Has Gaddis taken such strictures to heart? No sign of it here. He clearly has a softer time for the claims of contingency, accident and misunderstanding than for heavy-duty revisionist theories (the ‘world-systems’ analysts, for example). His special province is benign analysis of the personalities and motives of American presidents from Roosevelt and Truman to Eisenhower and Kennedy, Johnson, Nixon and Reagan — there are also deft if rather simplified portraits of Stalin and Gorbachev.

Gaddis points out that during the years of Cold War domestic consensus, from Truman to Kennedy, presidents had not been held accountable at home for violating foreign airspace or overthrowing governments. When Johnson took over from the assassinated Kennedy, he must have regarded the presidency and the national security agencies as a law unto themselves. Torn between the irreconcilable claims of victory in Vietnam (the guns) and the fulfilment of the Great Society (the butter), he lied and sacrificed public trust; the ‘credibility gap’ descended on the White House. By the time he left office five years later, too unpopular to run for re-election, the entire American establishment, including the sacrosanct Pentagon and CIA, was discredited permanently, though Gaddis does not say so — by the Vietnam war and the lies gilding it.
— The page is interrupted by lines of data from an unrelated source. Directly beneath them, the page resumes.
What the columns of the body case hold:
- ours: the compiled loop with all it does (drive, drag, routine, sensing, ledger, books, floor, sampled path).
- bare: pymunk's own `space.step(dt)` and nothing else, on a plain space with the same shapes, masses, floor joints and
  iterations. Every 10 steps, outside the clock, its bodies are put where the compiled loop has them, so that it meets
  the same contacts; forces, routine and records are out. Friction and restitution are products of the shapes' values,
  as plain pymunk has it: right for pairs with a pusher, a little too high between block and wall.
- by hand: the script that somebody at home in pymunk would write: post-solve callbacks that log each visit's impulse
  and feel bumps, a loop over the carts for routine and forces, caps for the floor. It splits no impulses, keeps no
  books and records no path, so it does less than ours. Its world is the same one, though its course is its own.
The crew thickens at the block as time goes on, so each round compares the same stretch of model time.

What the basin case counts: a leg is one straight run to the next bump, with all acts of the routine before it. No start
stops early, not even where its lap has closed. Clocked are the following of all starts and the keeping of their ends;
drawing the starts and compiling are not. "By hand" are two versions in vectorised NumPy, on one thread and with fewer
starts (`contenders_point.py`). On 1000 starts their legs must be ours, surface by surface and to 1e-9 in m, rad and s.
The peak memory is that of a fresh process that follows the million starts on two threads.

Use it on a quiet machine; it says how busy the machine was before.
"""

from __future__ import annotations

import argparse
import csv
import datetime
import math
import os
import platform
import statistics
import subprocess
import sys
import tempfile
import time
from collections.abc import Callable, Iterator
from dataclasses import dataclass, field
from importlib.metadata import version
from pathlib import Path
from typing import Any

from _environment import PROJECT, PYTHON, VENV, SetupError, prepare, say
from contenders import Bare, ByHand, Ours, wide_corridor

CREWS = (16, 64, 256, 1024, 2000)
MOST_TO_BARE = 1024  # pushers up to which the bare engine is the measure, and
MOST_BY_HAND = 256  # those up to which the hand-written script is run
WARM_UP, STEPS, ROUNDS = 2000, 2000, 7  # steps before the clock runs; steps per round
BUSY = 0.5  # processes waiting for a processor, above which the numbers are in doubt
MIN_BY_HAND, MAX_TO_BARE, MAX_GROWTH, MIN_BUMPS, MAX_START = 20.0, 1.5, 1.15, 8e6, 2.0  # the bars
MIN_LEGS, MIN_SPEED_UP, MAX_MB = 10e6, 1.8, 500.0  # those of the basin case

N_BASIN, N_LEGS, N_NUMPY, N_CHECKED = 1_000_000, 100, 100_000, 1000  # starts, legs each; starts of the NumPy versions
BASIN_ROUNDS = 5
SAME_LEG = 1e-9  # m, rad, s; the laps contract, so rounding stays at its own size, about 1e-13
Coming to Ronald Reagan, he offers a somewhat whimsical insight: ‘he was the only nuclear abolitionist ever to have been president of the United States’. Reagan, it may be recalled, having denounced the ‘evil empire’ (forerunner of the ‘axis of evil’), lost no time in launching his Strategic Defense Initiative, or ‘Star Wars’, while cramming Greenham Common with Cruise missiles and putting the Warsaw Pact on more or less permanent nuclear alert. The idea that the old Hollywood cowboy was really set on zero nuclear arsenals, but was frustrated by successive Soviet leaders dropping dead, is yet another ‘virtual’: one assumes that on retirement Ronald and Nancy went to live in a flower-power commune with their deposed pal Gorby, sustaining themselves on lotus leaves and E. P. Thompson.
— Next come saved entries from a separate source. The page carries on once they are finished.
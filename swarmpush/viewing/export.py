"""Films as GIF and MP4 files, drawn without a display."""

from __future__ import annotations

import math
from collections.abc import Callable, Iterator
from functools import cache
from itertools import pairwise
from pathlib import Path
from typing import TYPE_CHECKING, Any

import numpy as np
from numpy.typing import NDArray

from swarmpush.output import OutputError, written_whole
from swarmpush.reporting.palette import (
    AXIS,
    BLUE,
    GREEN,
    INK,
    ORANGE,
    PALE,
    PAPER,
    PURPLE,
    QUIET,
    STATE_COLOURS,
    VERMILION,
)
from swarmpush.viewing.extras import require
from swarmpush.viewing.film import Film
from swarmpush.viewing.sheet import Sheet, sheet

if TYPE_CHECKING:
    import pygame

Progress = Callable[[int, int], None]  # frames done, of all

FLASH_S = 0.4  # of the film's time as it is shown, for which a strike is seen
FASTEST_GIF = 50.0  # frames per second; programs show faster ones slowly
MOST_FRAMES = 100_000
QUALITY = 18  # of MP4, as x264 counts ("constant rate factor"): hardly to be told from the original
SOLID = (INK, AXIS, PALE, PAPER, QUIET, ORANGE, GREEN, BLUE, VERMILION, PURPLE, *STATE_COLOURS.values())
BLENDS = 7  # steps from a colour to another at smooth edges, in a GIF
RED, GREEN_BITS, BLUE_BITS = 0xFF0000, 0xFF00, 0xFF  # of a pixel


def save_gif(
    film: Film,
    path: Path,
    *,
    size: tuple[int, int] = (800, 300),
    fps: float = 25.0,
    begin_s: float = 0.0,
    end_s: float | None = None,
    speed: float = 1.0,
    progress: Progress | None = None,
    **options: Any,
) -> None:
    """Write a span of a film as an animated GIF that goes round and round.

    Arguments:
        film: what is shown. path: of the file. size: px. fps: frames per second, at most `FASTEST_GIF`; a GIF counts
            hundredths of a second, and frames are as long as makes them right in sum. begin_s, end_s: span of model
            time; to the film's end unless given. speed: model time over shown time. progress: called after each frame.
            options: see `sheet`.

    Raises:
        OutputError: when Pillow or pygame is missing, the file cannot be written, or what is asked for makes no film.
    """
    require("pygame", "PIL")
    from PIL import Image

    if fps > FASTEST_GIF:
        raise OutputError(f"a GIF shows at most {FASTEST_GIF:g} frames per second; lower the frame rate, or write MP4")
    times, parts = _planned(film, size, fps, begin_s, end_s, speed, options)
    colours, nearest = _few_colours()
    hundredths = [round(100.0 * k / fps) for k in range(len(times) + 1)]

    def images() -> Iterator[Image.Image]:
        for surface in _surfaces(film, parts, times, progress):
            image = Image.fromarray(nearest[_fifteen_bits(surface)].T)
            image.putpalette(colours)
            yield image

    with written_whole(path) as part, part.open("wb") as file:
        first, *rest = [10 * (b - a) for a, b in pairwise(hundredths)]
        frames = images()
        next(frames).save(
            file,
            format="GIF",
            save_all=True,
            append_images=frames,
            duration=[first, *rest],
            loop=0,
            optimize=False,
        )


def save_mp4(
    film: Film,
    path: Path,
    *,
    size: tuple[int, int] = (1280, 720),
    fps: float = 25.0,
    begin_s: float = 0.0,
    end_s: float | None = None,
    speed: float = 1.0,
    progress: Progress | None = None,
    **options: Any,
) -> None:
    """Write a span of a film as MP4 (H.264).

    Arguments:
        film, path, fps, begin_s, end_s, speed, progress, options: see `save_gif`. size: px; odd numbers are brought up
            to even ones, as the format has no others.

    Raises:
        OutputError: when pygame or imageio-ffmpeg is missing, the file cannot be written, or what is asked for makes no
            film.
    """
    require("pygame", "imageio_ffmpeg")
    import imageio_ffmpeg
    import pygame

    width, height = (n + n % 2 for n in size)
    times, parts = _planned(film, (width, height), fps, begin_s, end_s, speed, options)
    with written_whole(path) as part:
        writer = imageio_ffmpeg.write_frames(
            str(part),
            (width, height),
            fps=fps,
            codec="libx264",
            quality=None,
            macro_block_size=2,
            output_params=["-f", "mp4", "-crf", str(QUALITY), "-movflags", "+faststart"],
            ffmpeg_log_level="error",
        )
        writer.send(None)
        try:
            for surface in _surfaces(film, parts, times, progress):
                writer.send(pygame.image.tobytes(surface, "RGB"))
        finally:
            writer.close()


def _planned(
    film: Film,
    size: tuple[int, int],
    fps: float,
    begin_s: float,
    end_s: float | None,
    speed: float,
    options: dict[str, Any],
) -> tuple[list[float], Sheet]:
    """Model times of the frames, and how they are divided."""
    for name, value in (("frame rate", fps), ("speed", speed)):
        if not (value > 0.0 and math.isfinite(value)):
            raise OutputError(f"the {name} of a film must be more than 0, not {value:g}")
    end_s = film.duration_s if end_s is None else min(end_s, film.duration_s)
    if not 0.0 <= begin_s < end_s:
        raise OutputError(
            f"nothing to show from {begin_s:g} s to {end_s:g} s; choose a span within the run's {film.duration_s:g} s"
        )
    n = max(1, round((end_s - begin_s) / speed * fps))
    if n > MOST_FRAMES:
        raise OutputError(f"{n} frames are more than {MOST_FRAMES}; raise the speed, or choose a shorter span")
    parts = sheet(film.scenario, size, **({"flash_s": FLASH_S * speed} | options))
    return [begin_s + k * speed / fps for k in range(n)], parts


def _surfaces(film: Film, parts: Sheet, times: list[float], progress: Progress | None) -> Iterator[pygame.Surface]:
    """The frames, each on the same surface, which must be used before the next."""
    import pygame

    from swarmpush.viewing.surface import paint

    masks = (RED, GREEN_BITS, BLUE_BITS, 0)
    ground, surface = (pygame.Surface((parts.width, parts.height), 0, 32, masks) for _ in range(2))
    ground.fill(PAPER)
    paint(ground, parts.ground(film).marks)
    for k, t_s in enumerate(times):
        surface.blit(ground, (0, 0))
        for layer in parts.moving(film, t_s):
            paint(surface, layer.marks, size=layer.size)
        yield surface
        if progress is not None:
            progress(k + 1, len(times))


def _fifteen_bits(surface: pygame.Surface) -> NDArray[np.int32]:
    """Five bits of red, green and blue of each pixel, (width, height)."""
    import pygame

    pixels = pygame.surfarray.array2d(surface)
    bits: NDArray[np.int32] = ((pixels >> 9) & 0x7C00) | ((pixels >> 6) & 0x3E0) | ((pixels >> 3) & 0x1F)
    return bits


@cache
def _few_colours() -> tuple[bytes, NDArray[np.uint8]]:
    """A palette for all frames, and the number of its nearest colour for each fifteen bits.

    It holds the colours that pictures have, and steps between each of them and white and ink, where edges are smoothed.
    """
    solid = np.array([[int(c[k : k + 2], 16) for k in (1, 3, 5)] for c in dict.fromkeys(SOLID)], dtype=np.float64)
    shares = np.linspace(0.0, 1.0, BLENDS + 1)[1:-1]
    ends = [solid[list(dict.fromkeys(SOLID)).index(c)] for c in (PAPER, INK)]
    blends = [share * solid + (1.0 - share) * end for end in ends for share in shares]
    colours = np.unique(np.rint(np.vstack([solid, *blends])), axis=0)[:256]
    bits = np.arange(1 << 15)
    cells = np.column_stack([(bits >> shift) & 31 for shift in (10, 5, 0)]) * (255 / 31)
    away = (cells**2).sum(axis=1)[:, None] - 2.0 * cells @ colours.T + (colours**2).sum(axis=1)
    nearest = away.argmin(axis=1).astype(np.uint8)
    parts = solid.astype(np.int64) >> 3
    own = (parts[:, 0] << 10) | (parts[:, 1] << 5) | parts[:, 2]  # plain areas keep their very colour
    nearest[own] = [np.flatnonzero((colours == c).all(axis=1))[0] for c in solid]
    return colours.astype(np.uint8).tobytes(), nearest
The number of democracies in the world quintupled during the last half of the century: according to Gaddis, ‘promoting democracy became the most viable way that the Americans and their Western European allies could differentiate themselves from their MarxistLeninist rivals’. Hold on! From 1945 to the mid-Seventies, when the falangiststyle regimes in Portugal and Spain collapsed, any filthy anti-red junta or dictator was preferable to a legally elected neutralist government, or one smelling of Havana cigars. Hence the American coups in Iran, Guatemala, Chile, the whir of helicopter blades round the frontiers of Cuba, Nicaragua, the Dominican Republic, Salvador — one could go on. British colonial wars in Kenya and Malaya met with no opposition from Washington, likewise the Fourth Republic’s brutal war in Algeria. Indeed, the United States virtually took over France’s colonial role in Indo-China after the defeat at Dien Bien Phu. Were Johnson, Rusk and McNamara really fighting for ‘democracy’ in Vietnam?
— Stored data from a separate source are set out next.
"""What a film tells over time, as marks: three strip charts, and a bar over the whole run.

Both come in two parts, so that the one which stays the same from frame to frame can be kept: a ground, and what moves.
"""

from __future__ import annotations

import math
from typing import NamedTuple

import numpy as np

from swarmpush.dynamics.states import STATES
from swarmpush.quantities import for_people
from swarmpush.reporting.palette import AXIS, GREEN, INK, MEASURED, PALE, PLANNED, QUIET, STATE_COLOURS
from swarmpush.reporting.wording import TELLS_LITTLE
from swarmpush.viewing.film import Film, Series
from swarmpush.viewing.marks import (
    FloatArray,
    Line,
    Mark,
    Place,
    Polygon,
    Text,
    box,
    dashed,
    round_number,
    segment_within,
    text_width,
)

COLUMN = 1.5  # px: a curve has one point each
MOST_ABOVE = 2.5  # a plan's line is shown in full up to so many times what was measured
BAR_FROM = 0.4  # share of the time line's height above the bar, for what went wrong
STACK = ("locked", "lost", "held at a wall", "ahead", "idle")  # what serves the purpose lies at the bottom
WIDEST_VALUE = "48.4 mm"  # beside a panel's name
NARROW = 0.84  # of the most that a text can take: short words and numbers
GROUND, CURVE, LETTERS, CURSOR = range(4)


class _Panel(NamedTuple):
    """One strip chart: (k,) values at the series' times; what is planned per second, and a level, with names."""

    name: str
    unit: str
    values: FloatArray
    planned_per_s: float = 0.0
    planned_name: str = "plan"
    level: float = 0.0
    level_name: str = ""
    level_colour: str = GREEN


def span_s(film: Film) -> float:
    """What the axes of time cover, s: a complete film, or all that a growing one may come to."""
    return max(film.duration_s if film.is_complete else film.scenario.goal.time_limit, 1e-12)


# ---- strip charts ---------------------------------------------------------------------------------------------------


def charts(film: Film, t_s: float, place: Place, *, type_px: float | None = None) -> list[Mark]:
    """Travel of the block, pushers that lean on it and momentum that they gave it, with a cursor at a time.

    Arguments:
        film, t_s: what is shown. place: where, px. type_px: size of type; None: as the place asks.
    """
    return [*charts_ground(film, place, type_px=type_px), *charts_cursor(film, t_s, place, type_px=type_px)]


def charts_ground(film: Film, place: Place, *, type_px: float | None = None) -> list[Mark]:
    """The strip charts without their cursors."""
    letters = type_px or _letters(place)
    series = film.series()
    marks: list[Mark] = []
    for panel, part in zip(_panels(film, series), _parts(place, letters), strict=True):
        marks += _panel(film, series.t_s, panel, part, letters)
    return marks


def charts_cursor(film: Film, t_s: float, place: Place, *, type_px: float | None = None) -> list[Mark]:
    """The cursors of the strip charts, and the values there."""
    letters = type_px or _letters(place)
    series = film.series()
    marks: list[Mark] = []
    for panel, part in zip(_panels(film, series), _parts(place, letters), strict=True):
        plot = _plot(part, letters)
        t = min(max(t_s, 0.0), film.duration_s)
        value = float(np.interp(t, series.t_s, panel.values))
        x = plot[0] + t / span_s(film) * plot[2]
        marks.append(Line(np.array([(x, plot[1]), (x, plot[1] + plot[3])]), INK, _edge(letters), CURSOR))
        text = for_people(value, panel.unit) if panel.unit else f"{value:.1f}"
        marks.append(Text(part[0] + part[2], part[1] + 0.7 * letters, text, letters, MEASURED, "e", LETTERS))
    return marks


def _panels(film: Film, series: Series) -> tuple[_Panel, ...]:
    s, travel, force = film.scenario, film.plan.travel, film.plan.force
    momentum = travel.strike_impulse_Ns * travel.strike_rate_1_s  # the rate is that of the whole crew
    needed = force.pushers_to_move
    return (
        _Panel("block travel", "m", series.travel_m, travel.block_speed_m_s, "plan", s.goal.travel, "goal"),
        _Panel(
            "pushers leaning",
            "",
            series.n_leaning,
            level=needed if 0.0 < needed <= 2.0 * s.pushers.count else 0.0,
            level_name="needed",
            level_colour=PLANNED,
        ),
        _Panel("momentum", "N*s", series.impulse_Ns, momentum, "plan: impacts"),
    )


def _letters(place: Place) -> float:
    return max(11.0, min(place[3] / 9, place[2] / 64))


def _edge(letters: float) -> float:
    return max(1.0, letters / 11)


def _parts(place: Place, letters: float) -> list[Place]:
    """Places of the three panels, side by side."""
    x, y, width, height = place
    gap = 1.5 * letters
    each = (width - 2 * gap) / 3
    return [(x + k * (each + gap), y, each, height) for k in range(3)]


def _plot(part: Place, letters: float) -> Place:
    """What a panel's title above, its times below and its numbers on the left leave for the curve."""
    x, y, width, height = part
    left, top, bottom = 5.2 * letters, 1.7 * letters, 1.4 * letters
    return x + left, y + top, max(width - left, 1.0), max(height - top - bottom, 1.0)


class _Axes(NamedTuple):
    """A panel's plot: its place, the span of its times and the range of its values."""

    plot: Place
    span_s: float
    bottom: float
    top: float

    def points(self, t_s: FloatArray, values: FloatArray) -> FloatArray:
        """(k, 2) px of times and values."""
        x, y, width, height = self.plot
        rise = (values - self.bottom) / (self.top - self.bottom)
        return np.column_stack([x + t_s / self.span_s * width, y + height - rise * height])

    def level(self, value: float) -> FloatArray:
        """A line across at a value, (2, 2) px."""
        return self.points(np.array([0.0, self.span_s]), np.array([value, value]))


def _panel(film: Film, t_s: FloatArray, panel: _Panel, part: Place, letters: float) -> list[Mark]:
    axes = _Axes(_plot(part, letters), span_s(film), *_range(panel, span_s(film)))
    x, y, width, height = axes.plot
    edge, title = _edge(letters), part[1] + 0.7 * letters
    marks = [Text(part[0], title, panel.name, letters, INK, "w", LETTERS), *_scales(axes, panel.unit, letters)]
    labels = []
    if panel.planned_per_s and math.isfinite(panel.planned_per_s):
        start, end = axes.points(np.array([0.0, axes.span_s]), np.array([0.0, panel.planned_per_s * axes.span_s]))
        line = segment_within(start, end, (x, y), (x + width, y + height))
        if line is not None:
            marks += dashed(line, 0.5 * letters, PLANNED, 1.3 * edge, CURVE)
            labels.append((panel.planned_name, PLANNED))
    if 0.0 < panel.level <= axes.top:
        marks += dashed(axes.level(panel.level), 0.25 * letters, panel.level_colour, 1.3 * edge, CURVE)
        labels.append((panel.level_name, panel.level_colour))
    at = part[0] + text_width(panel.name, letters) + 0.6 * letters
    for text, colour in labels:
        room = 1.85 * letters + NARROW * text_width(text, 0.8 * letters)
        if at + room + NARROW * text_width(WIDEST_VALUE, letters) > part[0] + part[2]:
            break
        sample = np.array([(at, title), (at + 1.1 * letters, title)])
        marks += dashed(sample, 0.22 * letters, colour, 1.3 * edge, LETTERS)
        marks.append(Text(at + 1.35 * letters, title, text, 0.8 * letters, AXIS, "w", LETTERS))
        at += room
    marks.append(Line(_curve(film, t_s, panel, axes), MEASURED, 1.6 * edge, CURVE))
    marks.sort(key=lambda mark: mark.z)
    return marks


def _range(panel: _Panel, span: float) -> tuple[float, float]:
    """Least and largest value of a panel's plot."""
    measured = float(panel.values.max(initial=0.0))
    top = max(measured, panel.level if not measured or panel.level <= MOST_ABOVE * measured else 0.0)
    planned = panel.planned_per_s * span
    if math.isfinite(planned):
        top = max(top, min(planned, MOST_ABOVE * top) if top > 0.0 else planned)
    if not panel.unit:
        top = max(top, 1.0)
    top = 1.08 * top or 1.0
    return min(0.0, float(panel.values.min(initial=0.0))), top


def _scales(axes: _Axes, unit: str, letters: float) -> list[Mark]:
    """Two round numbers on either axis."""
    x, y, width, height = axes.plot
    edge, small = _edge(letters), 0.9 * letters
    marks: list[Mark] = []
    for value in (0.0, round_number(axes.top)):
        line = axes.level(value)
        marks.append(Line(line, PALE, edge, GROUND))
        text = for_people(value, unit) if unit and value else f"{value:g}"
        marks.append(Text(x - 0.4 * letters, float(line[0, 1]), text, small, AXIS, "e", LETTERS))
    last = round_number(axes.span_s)
    text, below = for_people(last, "s"), y + height + 0.3 * letters
    middle = min(x + last / axes.span_s * width, x + width - text_width(text, small) / 2)
    marks.append(Text(x, below, "0", small, AXIS, "n", LETTERS))
    marks.append(Text(middle, below, text, small, AXIS, "n", LETTERS))
    marks.append(Line(np.array([(x, y), (x, y + height)]), AXIS, edge, GROUND))
    return marks


def _curve(film: Film, t_s: FloatArray, panel: _Panel, axes: _Axes) -> FloatArray:
    """What was measured so far, one point per column; a count is averaged over each, so that none is lost."""
    shown = min(film.duration_s, axes.span_s)
    n = max(2, round(shown / axes.span_s * axes.plot[2] / COLUMN))
    if panel.unit or len(t_s) < n:
        times = np.linspace(0.0, shown, n)
        values = np.interp(times, t_s, panel.values)
    else:
        edges = np.linspace(0.0, shown, n + 1)
        times, values = (edges[1:] + edges[:-1]) / 2, _averaged(edges, t_s, panel.values)
    return axes.points(times, values)


def _averaged(edges: FloatArray, t_s: FloatArray, values: FloatArray) -> FloatArray:
    """Means of a series between edges, (k - 1,) from (k,)."""
    areas = np.concatenate([[0.0], np.cumsum(np.diff(t_s) * (values[1:] + values[:-1]) / 2)])
    return np.asarray(np.diff(np.interp(edges, t_s, areas)) / np.maximum(np.diff(edges), 1e-300))


# ---- time line ------------------------------------------------------------------------------------------------------


def timeline(film: Film, t_s: float, place: Place, *, type_px: float | None = None) -> list[Mark]:
    """A bar over the whole run: what the crew was about, strikes, what went wrong, and a cursor at a time.

    Arguments:
        film, t_s: what is shown. place: where, px; the bar takes its whole width. type_px: size of type; None: a third
            of the place's height.
    """
    return [*timeline_ground(film, place, type_px=type_px), *timeline_cursor(film, t_s, place)]


def timeline_time(film: Film, place: Place, px: float) -> float:
    """The time at an x of the time line, s, which may lie beyond a film that grows."""
    return min(max((px - place[0]) / place[2], 0.0), 1.0) * span_s(film)


def timeline_ground(film: Film, place: Place, *, type_px: float | None = None) -> list[Mark]:
    """The time line without its cursor."""
    letters = type_px or max(11.0, place[3] / 3)
    x, y, width, height = place
    bar = (x, y + BAR_FROM * height, width, (1.0 - BAR_FROM) * height)
    marks: list[Mark] = [Polygon(box(bar), PALE, z=GROUND)]
    done = min(film.duration_s / span_s(film), 1.0)
    shares = film.state_shares
    if shares is None:
        marks.append(Polygon(box((x, bar[1], max(done * width, 1.0), bar[3])), QUIET, z=GROUND))
    else:
        marks += _stack(film, shares, bar)
    times = film.strikes(-1.0, film.duration_s)["t_on_s"].to_numpy()
    columns = np.unique(np.floor(x + times / span_s(film) * width) + 0.5)
    low, tick = bar[1] + bar[3], 0.3 * bar[3]
    marks += [Line(np.array([(at, low - tick), (at, low)]), INK, _edge(letters), CURVE) for at in columns]
    return marks + _spells(film, (x, y, width, BAR_FROM * height), letters)


def timeline_cursor(film: Film, t_s: float, place: Place) -> list[Mark]:
    """The cursor of the time line."""
    x, y, width, height = place
    at = x + min(max(t_s, 0.0) / span_s(film), 1.0) * width
    size = 0.12 * height
    handle = np.array([(at - size, y), (at + size, y), (at, y + 1.5 * size)])
    edge = max(2.0, height / 24)
    return [Line(np.array([(at, y), (at, y + height)]), INK, edge, CURSOR), Polygon(handle, INK, z=CURSOR)]


def _stack(film: Film, shares: FloatArray, bar: Place) -> list[Mark]:
    """Shares of the crew by state, stacked, averaged over columns of the bar."""
    x, y, width, height = bar
    t_s, n = film.times_s, max(2, int(width / (2 * COLUMN)))
    edges = np.linspace(0.0, film.duration_s, n + 1)
    middles = x + (edges[1:] + edges[:-1]) / 2 / span_s(film) * width
    middles[[0, -1]] = x, x + film.duration_s / span_s(film) * width
    below = np.zeros(n)
    marks: list[Mark] = []
    for name in STACK:
        share = _averaged(edges, t_s, shares[:, STATES.index(name)])
        if not (share > 0.0).any():
            continue
        outline = np.vstack(
            [
                np.column_stack([middles, y + height * (1.0 - below - share)]),
                np.column_stack([middles, y + height * (1.0 - below)])[::-1],
            ]
        )
        marks.append(Polygon(outline, STATE_COLOURS[name], z=GROUND))
        below = below + share
    return marks


def _spells(film: Film, place: Place, letters: float) -> list[Mark]:
    """What went wrong: a pointer where it first did, and its name where there is room up to the next."""
    x, y, width, height = place
    spells = film.spells()
    spells = spells[~spells["cause"].isin(TELLS_LITTLE)]
    begins = x + spells["t_first_s"].to_numpy(dtype=np.float64) / span_s(film) * width
    small, size = min(0.85 * letters, 0.8 * height), 0.22 * height
    names = [str(cause).replace("_", " ") for cause in spells["cause"]]
    ends = np.append(begins, x + width)[1:].tolist()  # of each name's room
    marks: list[Mark] = []
    for at, following, name in zip(begins.tolist(), ends, names, strict=True):
        low = y + height
        pointer = np.array([(at, low), (at - size, low - 1.6 * size), (at + size, low - 1.6 * size)])
        marks.append(Polygon(pointer, PLANNED, z=CURVE))
        if at + 2.5 * size + text_width(name, small) <= following:
            marks.append(Text(at + 1.5 * size, y + height / 2, name, small, AXIS, "w", LETTERS))
    return marks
Gaddis’s comments on ideology, evidently a fatal disease among communists but unable to penetrate the immune system of global capitalism, reflect the ‘end of ideology’ doctrine popular with the Congress for Cultural Freedom in the late 1950s. Yet the CCF itself goes unmentioned by Gaddis. The cultural cold war, the major intellectual clashes, the media, the scribes, the prophets, the arts, the often disastrous academic exchanges, do not detain him; likewise the space spectaculars (no glimpse of Gagarin) and the great Exhibition Contest of 1959. This is a somewhat narrow, philistine interpretation of the subject which neither pauses to consider the uproar over Pasternak’s Doctor Zhivago nor sees reason to mention such major intellectual players as Russell, Malraux, Sartre, Camus, Koestler, Aron, Hook, Schlesinger, Arendt, Deutscher, Shostakovich, Ehrenburg, Aragon or Brecht. The more often Gaddis retraces his own footsteps on this subject the more it sounds like a fireside fairytale with a happy ending.